I tried to rewrite the getTime() function in the solution myself. What I did was I did not create the lef and rig arrays, I went straight into pushing x[i] or L-x[i] into the v vector for sorting, depending on d[i]. This produced different results for the latter test cases with w > 1 and it would not work, but I wonder why
Could you perhaps show us your code implementing your approach?
vector<pi> finish;
for(int i = 0; i < n; i++){
if(d[i] == 1){
finish.push_back({l-x[i], w[i]});
}
else finish.push_back({x[i], w[i]});
}
sort(finish.begin(), finish.end());
int t = 0;
for(auto& p : finish){
total -= p.second * 2;
if(total <= 0){
t = p.first;
break;
}
}
here, this is the part where I calculate t
What output did you receive on the sample input?
2, which is correct
I see your mistake. I don’t think you read the problem carefully.
Read this:
- A meeting occurs when two cows i and j occupy the same point, where that point is not a barn. In this case, cow i is assigned cow j’s previous velocity and vice versa. Note that cows could potentially meet at points that are not integers.
This indicates that a cow facing the positive direction could end up at the left barn by “bouncing” off a cow going in the negative direction and vice versa.
Your logic implies that a cow facing the positive direction will always end up on the right barn and vice versa, which is incorrect.
I got confused by this at first, but as highlighted in the editorial it doesn’t matter if I assign opposite velocities to cows that collide, it is the same thing if they just pass over each other. It seems like the getTime() function in the official solution ignores this part as well, but it worked properly unlike mine
I think I realize the difference between your solution and the editorials. You considered the right cows and the left cows on the same iteration.
Rather than doing for(int i=0; i<n; i++)
, you should store the right moving cows are left moving cows separately and implement it like you did except the loops should be for(int i=0; i<leftFacingCow.size(); i++)

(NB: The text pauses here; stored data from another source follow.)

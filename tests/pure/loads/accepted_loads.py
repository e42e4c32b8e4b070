"""Makers of accepted loads as plain facts: invented aircraft, real reading, real assessment, no database."""

import hashlib
import json
from collections.abc import Callable
from dataclasses import replace
from datetime import UTC, datetime
from pathlib import Path
from typing import Any

from fleet.basis_reading import basis_from_text
from fleet.empty_weight_reading import read_empty_weight
from loads.balance.assess import assess
from loads.balance.declared import read_load
from loads.balance.engine import ENGINE_VERSION
from loads.manifest.facts import (
    AircraftFacts,
    BasisFacts,
    EmptyWeightFacts,
    Facts,
    OperatorFacts,
    SealFacts,
    SignatureFacts,
)
from loads.statement import MEANINGS, statement
from records.canonical import canonical, digest
from records.strict_json import read

DATA = Path(__file__).parents[3] / "service" / "demo" / "data"
OPERATOR = OperatorFacts(
    code="kestrel-ridge",
    name="Kestrel Ridge Air",
    certificate="KRA-0417",
    base="Nallow Field",
    time_zone="America/Chicago",
    rule_set="US",
    procedure="Operations manual part B, section 6, revision 4",
    weight_method="actual weights, each person and item weighed or declared",
    invented=True,
)
SIGNED = datetime(2026, 12, 1, 13, 52, 7, tzinfo=UTC)


def q(value: float | str, unit: str) -> dict[str, str]:
    return {"value": str(value), "unit": unit}


def person(
    name: str, seat: str, weight: str, unit: str, how: str = "declared", **more: Any
) -> dict[str, Any]:
    return {"name": name, "seat": seat, "weight": q(weight, unit), "how": how, **more}


def pilot(name: str, seat: str, weight: str, unit: str) -> dict[str, Any]:
    login = name.lower().replace(" ", "")
    return person(name, seat, weight, unit, "weighed", position="pilot in command", person=login)


def item(what: str, place: str, weight: dict[str, str], **more: Any) -> dict[str, Any]:
    return {"kind": "baggage", "what": what, "place": place, "weight": weight, "how": "weighed", **more}


def _flight(reference: str, departure: str, origin: str, destination: str) -> dict[str, Any]:
    return {
        "reference": reference,
        "leg": 1,
        "departure": departure,
        "origin": origin,
        "destination": destination,
        "operation": "passenger-charter",
    }


def twin_load(**changes: Any) -> dict[str, Any]:
    """A light twin in lb and in, six seats, four tanks; with a lap infant and a stated limit."""
    unit = "lb"
    infant = {"name": "I. Dravo", "weight": q(18, unit), "how": "weighed"}
    return {
        "schema": "tarebook.load/1", "aircraft": "Q9-KTB", "configuration": "six-seat",
        "flight": _flight("KT-214", "2026-12-01T08:30:00-06:00", "XNAL", "XKOR"),
        "persons_on_board": 5,
        "crew": [pilot("R. Amani", "COCKPIT-L", "181", unit)],
        "passengers": [
            person("L. Osei", "ROW1-L", "176", unit),
            person("M. Dravo", "ROW1-R", "139", unit, lap_infant=infant),
            person("T. Havel", "ROW2-L", "158", unit),
        ],
        "items": [
            item("checked bags", "AFT-HOLD", q(85, unit)),
            item("survey tripod", "NOSE-HOLD", q(60, unit), kind="cargo"),
        ],
        "fuel": {
            "density": {**q("6.7", "lb/US gal"), "source": "delivery note 4471"},
            "at_engine_start": {
                "LEFT-AUX": q(20, "US gal"), "RIGHT-AUX": q(20, "US gal"),
                "LEFT-MAIN": q(60, "US gal"), "RIGHT-MAIN": q(60, "US gal"),
            },
            "not_usable": {},
            "taxi": q(24, unit), "trip": q(480, unit), "minimum_at_landing": q(210, unit),
        },
        "limits": [{"at": "take-off", "weight": q(6150, unit), "source": "performance sheet 12"}],
        **changes,
    }  # fmt: skip


def turboprop_load(**changes: Any) -> dict[str, Any]:
    """A single turboprop in kg and mm, every seat taken and many items: the longest paper expected."""
    unit = "kg"
    seats = ["ROW1-L", "ROW1-R", "ROW2-L", "ROW2-R", "ROW3-L", "ROW3-R", "ROW4-L", "ROW4-R"]
    holds = ("AFT-HOLD", "FWD-POD", "AFT-POD")
    long = "Wilhelmina Oyelaran-Castellanos van der Merwede-Thorvaldsen"
    return {
        "schema": "tarebook.load/1", "aircraft": "Q9-FEN", "configuration": "eight-seat",
        "flight": _flight("KT-318", "2026-12-01T14:05:00+01:00", "XVEL", "XMIR"),
        "persons_on_board": 10,
        "crew": [
            pilot("K. Ilves", "COCKPIT-L", "84", unit),
            person("S. Boateng", "COCKPIT-R", "71", unit, "weighed", position="second in command"),
        ],
        "passengers": [
            person(long if n == 3 else f"P{n}. Larssen", seat, str(60 + n), unit)
            for n, seat in enumerate(seats)
        ],
        "items": [
            item(f"bags of party {n + 1}", holds[n % 3], q(9 + n, unit), how=how)
            for n, how in enumerate(["weighed"] * 4 + ["estimated"] + ["weighed"] * 2)
        ],
        "fuel": {
            "density": {**q("0.80", "kg/l"), "source": "delivery note 88"},
            "at_engine_start": {"LEFT": q(260, "l"), "RIGHT": q(260, "l")},
            "taxi": q(12, unit), "trip": q(210, unit), "minimum_at_landing": q(110, unit),
        },
        "limits": [],
        **changes,
    }  # fmt: skip


def helicopter_load(**changes: Any) -> dict[str, Any]:
    """A helicopter in kg and mm, with limits to the sides."""
    unit = "kg"
    return {
        "schema": "tarebook.load/1", "aircraft": "Q9-HEL", "configuration": "five-seat",
        "flight": _flight("KT-77", "2026-12-01T10:00:00+00:00", "XMIR", "XOBS"),
        "persons_on_board": 3,
        "crew": [pilot("J. Sorrel", "FRONT-R", "79", unit)],
        "passengers": [person("A. Quist", "REAR-L", "82", unit), person("B. Quist", "REAR-R", "64", unit)],
        "items": [item("mast parts", "AFT-HOLD", q(30, unit), kind="cargo")],
        "fuel": {
            "density": {**q("0.80", "kg/l"), "source": "delivery note 90"},
            "at_engine_start": {"MAIN": q(220, "l")},
            "taxi": q(4, unit), "trip": q(90, unit), "minimum_at_landing": q(40, unit),
        },
        "limits": [],
        **changes,
    }  # fmt: skip


def accepted(
    load: dict[str, Any],
    kind: str,
    *,
    rule_set: str = "US",
    invented: bool = True,
    change: Callable[[dict[str, Any]], dict[str, Any]] | None = None,
) -> Facts:
    """Facts of the load as accepted, with what the real engine finds; `change` makes another basis of it."""
    inputs = json.loads(canonical(read(json.dumps(load).encode())))
    text = (DATA / f"{kind}.loading-basis.json").read_text()
    if change is not None:
        text = json.dumps(change(json.loads(text, parse_float=str)))
    empty_document = json.loads((DATA / f"{kind}.empty-weight.json").read_bytes())
    basis = basis_from_text(text)
    result = assess(read_load(inputs, basis), basis, read_empty_weight(empty_document, basis)).as_document()
    digests = {"loading_basis": digest(json.loads(text)), "empty_weight": digest(empty_document)}
    versions = {name: {"id": f"id of the {name}", "digest": found} for name, found in digests.items()}
    signed = canonical(statement(inputs, versions, ENGINE_VERSION, result))
    began = datetime(2026, 3, 19, tzinfo=UTC)
    name = inputs["crew"][0]["name"]
    return Facts(
        operator=replace(OPERATOR, rule_set=rule_set, invented=invented),
        aircraft=AircraftFacts(
            load["aircraft"], "62-0113", basis.aircraft_type, basis.category, basis.engines
        ),
        load="01980a11-2222-7333-8444-555566667777",
        replaces="",
        number=14,
        inputs=inputs,
        result=result,
        basis=BasisFacts(
            3,
            digests["loading_basis"],
            began,
            json.loads(text),
            basis.envelopes,
            basis.chord,
            lateral_by_cg=basis.lateral_by_cg,
        ),
        empty_weight=EmptyWeightFacts(digests["empty_weight"], began, began, empty_document),
        engine=ENGINE_VERSION,
        signatures=tuple(
            SignatureFacts(name, capacity, meaning, MEANINGS[meaning], SIGNED, "session")
            for capacity, meaning in (("load preparer", "prepared"), ("pilot in command", "accepted"))
        ),
        seal=SealFacts(42, hashlib.sha256(b"seal").hexdigest(), SIGNED),
        statement=signed,
        digest=hashlib.sha256(signed).hexdigest(),
    )


def twin(**changes: Any) -> Facts:
    return accepted(twin_load(**changes), "twin")


def turboprop(**changes: Any) -> Facts:
    return accepted(turboprop_load(**changes), "turboprop", rule_set="EU-UK")


def helicopter(**changes: Any) -> Facts:
    return accepted(helicopter_load(**changes), "helicopter")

and for(int i=0; i<rightFacingCow.size(); i++)
.
Here would be the code that would correctly return the value of t for all test cases:
vector<pi> finish;
vector<int> rightTimes, leftTimes;
for(int i=0; i<n; i++){
if(d[i] == -1){
leftTimes.pb(x[i]);
} else {
rightTimes.pb(x[i]);
}
}
for(int i: leftTimes){
finish.pb({i, w[i]});
}
for(int i: rightTimes){
finish.pb({l-i, w[i]});
}
sort(all(finish));
int t = 0, tot = 0, cur = 0;
while(2*tot <= totWeight){
tot += finish[cur].second;
t++;
cur++;
}
return t;
Indeed, but why does it not work with one iteration? Is it not okay to ignore the steps of pushing the times into rightTimes and leftTimes
Please read the editorial carefully. The part saying that “this multiset remains the same regardless of whether cows switch cows or not” means that the number of cows reaching the left barn remains constant rather than the precise cows that end up on the left barn. I advise you to read the following paragraph carefully. Hopefully, that will clarify your misunderstanding of this problem. However, I would agree that the sentence I mentioned was somewhat misleading to many students reading this editorial.
Ah that cleared things up for me. Now I see that the weights pushed back into finish with two iterations is different from the weights I pushed back into finish with one iteration. Thank you for answering, it was really helpful!